REQUIRED ACTION — Find and copy the lines in the records beneath this task that contain the word "order".

== Segment start ==

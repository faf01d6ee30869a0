package mesh

import (
	"math"

	"gonum.org/v1/gonum/spatial/r3"
)

// Mesh is a triangulated surface. Triangles index Vertices; the vertex order of
// each triangle is counter-clockwise seen from outside the body (outward
// right-hand normal).
type Mesh struct {
	// Name labels the mesh in messages: a file name or a shape description.
	Name      string
	Vertices  []r3.Vec
	Triangles [][3]int
}

// Corners returns the three vertices of triangle t.
func (m *Mesh) Corners(t int) (a, b, c r3.Vec) {
	tri := m.Triangles[t]
	return m.Vertices[tri[0]], m.Vertices[tri[1]], m.Vertices[tri[2]]
}

// Centroid returns the centroid of triangle t.
func (m *Mesh) Centroid(t int) r3.Vec {
	a, b, c := m.Corners(t)
	return r3.Scale(1.0/3, r3.Add(r3.Add(a, b), c))
}

// AreaVector returns the normal of triangle t scaled by its area (right-hand
// rule over its vertex order).
func (m *Mesh) AreaVector(t int) r3.Vec {
	a, b, c := m.Corners(t)
	return r3.Scale(0.5, r3.Cross(r3.Sub(b, a), r3.Sub(c, a)))
}

// Area returns the area of triangle t.
func (m *Mesh) Area(t int) float64 { return r3.Norm(m.AreaVector(t)) }

// Normal returns the unit normal of triangle t (zero for a degenerate triangle).
func (m *Mesh) Normal(t int) r3.Vec {
	n := m.AreaVector(t)
	l := r3.Norm(n)
	if l == 0 {
		return r3.Vec{}
	}
	return r3.Scale(1/l, n)
}

// Diameter returns the longest edge of triangle t.
func (m *Mesh) Diameter(t int) float64 {
	a, b, c := m.Corners(t)
	return math.Max(r3.Norm(r3.Sub(b, a)), math.Max(r3.Norm(r3.Sub(c, b)), r3.Norm(r3.Sub(a, c))))
}

// Clone returns a deep copy of m.
func (m *Mesh) Clone() *Mesh {
	c := &Mesh{Name: m.Name}
	c.Vertices = append([]r3.Vec(nil), m.Vertices...)
	c.Triangles = append([][3]int(nil), m.Triangles...)
	return c
}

== Segment end ==

RESPONSE AREA —
// Mesh is a triangulated surface. Triangles index Vertices; the vertex order of
// rule over its vertex order).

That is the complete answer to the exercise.